Against this taut set-up, where the unsound and dubious motivations of nearly every character are potentially explosive, The Housemaid keenly comments on the make-up of a seemingly secure middle-class house. Morality is questioned and normative domestic and social behavior is subverted as the characters struggle with this volatile, yet strangely alluring, intruder. She essentially holds them, as well as their way of life, hostage, exposing their dormant brutality, dishonesty, and malevolence. Kim obviously found further areas to explore within this basic framework; Kyung Hyun Kim points out in his supplementary essay that the director would remake the picture twice, with Fire Woman in 1971 and Fire Woman ’82 from 1982.

Like all six films in this set, the audio/visual quality for The Housemaid is exceptional.

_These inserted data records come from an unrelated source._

"""Steady gradually-varied water-surface profiles by the standard-step energy method.

Regimes (``SolverOptions.regime``):
- "subcritical": march upstream from the downstream boundary;
- "supercritical": march downstream from the upstream boundary (critical depth when None);
- "mixed": compute the subcritical profile, then march downstream with the supercritical
  branch from the upstream boundary (if given and supercritical) and from every section where
  the subcritical run had to assume critical depth. At each section the branch with the larger
  specific force M = beta Q^2/(gA) + A ybar governs (momentum balance across a hydraulic jump;
  Chow 1959, Open-Channel Hydraulics, ch. 15, from memory); where a supercritical run loses to
  the subcritical profile a jump is placed between the two sections.

Flags (per section, plain words):
- "boundary": the WSE was set by the boundary condition;
- "critical_assumed": no solution in the running regime (or the boundary was on the wrong side
  of critical); the WSE is critical WSE;
- "no_convergence": the energy balance was not met within ``tolerance``; the WSE falls back to
  critical WSE (and "critical_assumed" is set too);
- "not_contained": the WSE is above an end of the section; vertical walls were added;
- "jump_upstream": a hydraulic jump lies between this section and the next one upstream;
- "several_critical_depths": specific energy has more than one local minimum here (the lowest
  one is reported as critical).
"""
from __future__ import annotations

import difflib
from dataclasses import dataclass

import numpy as np

from geoflow.errors import HydraulicsError
from geoflow.hydraulics.boundaries import Boundary, normal_wse  # noqa: F401  (re-exported)
from geoflow.hydraulics.critical import critical_many
from geoflow.hydraulics.geometry import fast_properties, specific_force
from geoflow.hydraulics.profile import Profile, assemble, section_props
from geoflow.hydraulics.step import CRITICAL, OK, section_state, solve_step

REGIMES = ("subcritical", "supercritical", "mixed")
FRICTION_RULES = ("average_conveyance", "arithmetic", "geometric", "harmonic")


def _choice(name, value, allowed):
    if value not in allowed:
        near = difflib.get_close_matches(str(value), allowed, n=1)
        hint = f"; did you mean {near[0]!r}?" if near else ""
        raise HydraulicsError(f"solver option {name}={value!r} is not one of {allowed}{hint}")


@dataclass(frozen=True)
class SolverOptions:
    """Solver settings. contraction/expansion defaults are the gradual-transition values
    0.1/0.3 (USACE EM 1110-2-1416, 1993, from memory; REFERENCES 3.3). ``tolerance`` is the
    largest accepted energy-balance residual, m."""

    g: float = 9.80665
    regime: str = "subcritical"
    friction_slope: str = "average_conveyance"
    contraction: float = 0.1
    expansion: float = 0.3
    tolerance: float = 0.001
    max_iterations: int = 60

    def __post_init__(self):
        _choice("regime", self.regime, REGIMES)
        _choice("friction_slope", self.friction_slope, FRICTION_RULES)
        for f in ("g", "tolerance"):
            if not getattr(self, f) > 0:
                raise HydraulicsError(f"solver option {f} must be > 0, got {getattr(self, f)!r}")
        for f in ("contraction", "expansion"):
            if not 0 <= getattr(self, f) <= 2:
                raise HydraulicsError(f"solver option {f} must be in [0, 2], got {getattr(self, f)!r}")
        if int(self.max_iterations) < 1:
            raise HydraulicsError("solver option max_iterations must be >= 1")


def _checked(tables, lengths, discharges):
    n = len(tables)
    if n < 1:
        raise HydraulicsError("a profile needs at least one section")
    q = np.atleast_2d(np.asarray(discharges, dtype=float))
    if q.shape[1] != n:
        raise HydraulicsError(f"discharge needs one value per section ({n}), got {q.shape[1]}")
    bad = np.argwhere(~(np.isfinite(q) & (q > 0)))
    if bad.size:
        raise HydraulicsError(f"discharge at section {tables[bad[0][1]].name!r} must be finite "
                              "and > 0; check the flows and flow changes")
    ln = np.asarray(lengths, dtype=float).reshape(-1, 3) if n > 1 else np.zeros((0, 3))
    if ln.shape != (n - 1, 3) or not np.all(np.isfinite(ln) & (ln >= 0)):
        raise HydraulicsError(f"lengths must be ({n - 1}, 3) finite values >= 0 "
                              "(left overbank, channel, right overbank)")
    return q, ln


def _march(tables, lengths, q, wc, w0, downstream: bool, opts):
    """One-regime march. Subcritical (downstream=False) starts at the last section with WSE
    w0 and goes upstream; supercritical starts at the first one and goes downstream."""
    e, n = q.shape
    wse, res, status = np.empty((e, n)), np.zeros((e, n)), np.full((e, n), OK)
    first = 0 if downstream else n - 1
    wrong = w0 > wc[:, first] if downstream else w0 < wc[:, first]
    wse[:, first] = np.where(wrong, wc[:, first], w0)
    status[:, first] = np.where(wrong, CRITICAL, OK)
    order = range(1, n) if downstream else range(n - 2, -1, -1)
    for i in order:
        k = i - 1 if downstream else i + 1
        known = section_state(tables[k], wse[:, k], q[:, k], opts.g)
        wse[:, i], res[:, i], status[:, i] = solve_step(
            tables[i], q[:, i], known, lengths[min(i, k)], wc[:, i], not downstream, opts)
    return wse, res, status


def _mixed(tables, lengths, q, wc, sub, upstream, opts):
    """Overlay supercritical runs on the subcritical profile ``sub`` by specific force."""
    wse, res, status = (a.copy() for a in sub)
    e, n = q.shape
    sup = np.zeros((e, n), dtype=bool)
    jump = np.zeros((e, n), dtype=bool)

    def force(i, w, idx):
        return specific_force(fast_properties(tables[i], w), q[idx, i], opts.g)

    all_ev = np.arange(e)
    if upstream is not None:
        wb = upstream.wse_at(tables[0], q[:, 0], wc[:, 0])
        fallback = status[:, 0] != OK
        take = (wb < wc[:, 0]) & (fallback | (force(0, wb, all_ev) > force(0, wse[:, 0], all_ev)))
        wse[take, 0], res[take, 0], status[take, 0], sup[take, 0] = wb[take], 0.0, OK, True
    for i in range(1, n):
        idx = np.flatnonzero(sup[:, i - 1] | (status[:, i - 1] != OK))
        if idx.size == 0:
            continue
        known = section_state(tables[i - 1], wse[idx, i - 1], q[idx, i - 1], opts.g)
        w, r, st = solve_step(tables[i], q[idx, i], known, lengths[i - 1], wc[idx, i], False, opts)
        take = (st == OK) & ((status[idx, i] != OK) | (force(i, w, idx) > force(i, wse[idx, i], idx)))
        jump[idx[~take & sup[idx, i - 1] & (status[idx, i] == OK)], i] = True
        t = idx[take]
        wse[t, i], res[t, i], status[t, i], sup[t, i] = w[take], r[take], OK, True
    return (wse, res, status), sup, jump


def _critical(tables, q, g):
    """Critical WSE (E, N) of every section and event (all sections refined together), and
    where specific energy has several local minima."""
    wse, _, minima = critical_many(tables, q, g)
    return wse, minima > 1


def solve_events(tables, lengths, discharges, downstream: Boundary | None = None,
                 upstream: Boundary | None = None, options: SolverOptions | None = None):
    """Solve E events at once on the same sections (vectorised across events).

    ``tables``: N SectionTable, upstream -> downstream; ``lengths`` (N-1, 3) m (left overbank,
    channel, right overbank); ``discharges`` (E, N) m3/s. ``downstream`` is required for the
    subcritical and mixed regimes; ``upstream`` is used by the supercritical regime (critical
    depth when None) and, in the mixed regime, starts a supercritical run at the first section
    when its WSE is below critical. Stage boundaries may give one WSE per event.
    Returns a tuple of E ``Profile``."""
    opts = options or SolverOptions()
    q, ln = _checked(tables, lengths, discharges)
    e, n = q.shape
    wc, several = _critical(tables, q, opts.g)
    boundary = np.zeros((e, n), dtype=bool)
    sup = np.zeros((e, n), dtype=bool)
    jump = np.zeros((e, n), dtype=bool)
    if opts.regime in ("subcritical", "mixed"):
        if downstream is None:
            raise HydraulicsError(f"regime {opts.regime!r} needs a downstream boundary")
        w0 = downstream.wse_at(tables[-1], q[:, -1], wc[:, -1])
        result = _march(tables, ln, q, wc, w0, False, opts)
        boundary[:, -1] = True
        if opts.regime == "mixed":
            result, sup, jump = _mixed(tables, ln, q, wc, result, upstream, opts)
            boundary[:, -1] &= ~sup[:, -1]
            boundary[:, 0] |= sup[:, 0]
    else:
        up = upstream or Boundary.critical()
        w0 = up.wse_at(tables[0], q[:, 0], wc[:, 0])
        result = _march(tables, ln, q, wc, w0, True, opts)
        boundary[:, 0] = True
    props = section_props(tables, result[0])
    return tuple(assemble({f: v[k] for f, v in props.items()}, q[k], wc[k], result[0][k],
                          result[1][k], result[2][k], boundary[k], jump[k], several[k], opts.g)
                 for k in range(e))


def solve_profile(tables, lengths, discharge, downstream: Boundary | None = None,
                  upstream: Boundary | None = None, options: SolverOptions | None = None) -> Profile:
    """Solve one steady profile; ``discharge`` is (N,) m3/s. See ``solve_events``."""
    q = np.asarray(discharge, dtype=float).reshape(1, -1)
    return solve_events(tables, lengths, q, downstream, upstream, options)[0]


__all__ = ["Boundary", "SolverOptions", "Profile", "solve_profile", "solve_events",
           "REGIMES", "FRICTION_RULES"]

There are times, however, when the images falter more than in the other five, with evident scratches, pixelization, and skips. Strangely enough, it also seems like this is an intentional stylistic device. While the original source print may have been that poor to begin with (two reels were originally thought to be lost), at times, it comes across like the film simply can’t contain the manic behavior of the characters and their extremely unpredictable actions.

This Criterion set, hopefully the first in a continuing series of films attained in conjunction with the World Cinema Project, in some ways takes on more significance than an ordinary home video collection. The films might not be as “great” as the customary classics Criterion and other companies regularly release, but their fairly unique status and their relative scarcity place them as emblematic of why motion pictures need to be saved and treasured. Aside from the artistic merits these films possess – and with each there are many – they are cultural artifacts and historical markers that deserve attention. Save for the efforts of preservationist organizations throughout the world, these are works that might have disappeared into extinction. But now, thankfully, they are available for all to see, and they are all well worth a look.